WORK REQUIRED
Starting at the line below that contains "the href the", print each line through the end of the records exactly as it appears.
BEGIN
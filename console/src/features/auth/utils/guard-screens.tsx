import type { RouteObject } from 'react-router-dom';
import { RESERVOIR_SCREENS } from '../../../config/paths';
import { RequirePermission } from '../components/require-permission';

/**
 * Wraps each reservoir screen's route in the guard its RESERVOIR_SCREENS entry names, so a typed
 * URL meets the same rule as the hidden link. A route is matched to its screen by the href the
 * screen builds; routes without an entry or an action are left as they are.
 */
export function guardScreens(children: RouteObject[]): RouteObject[] {
  const probe = '_';
  return children.map((route) => {
    const screen = RESERVOIR_SCREENS.find((s) =>
      s.getHref(probe).endsWith(`/${probe}/${route.path}`),
    );
    if (!screen?.action || route.index) return route;
    return {
      ...route,
      element: <RequirePermission action={screen.action}>{route.element}</RequirePermission>,
    };
  });
}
END
FINISHED TASK
 * URL meets the same rule as the hidden link. A route is matched to its screen by the href the
 * screen builds; routes without an entry or an action are left as they are.
 */
export function guardScreens(children: RouteObject[]): RouteObject[] {
  const probe = '_';
  return children.map((route) => {
    const screen = RESERVOIR_SCREENS.find((s) =>
      s.getHref(probe).endsWith(`/${probe}/${route.path}`),
    );
    if (!screen?.action || route.index) return route;
    return {
      ...route,
      element: <RequirePermission action={screen.action}>{route.element}</RequirePermission>,
    };
  });
}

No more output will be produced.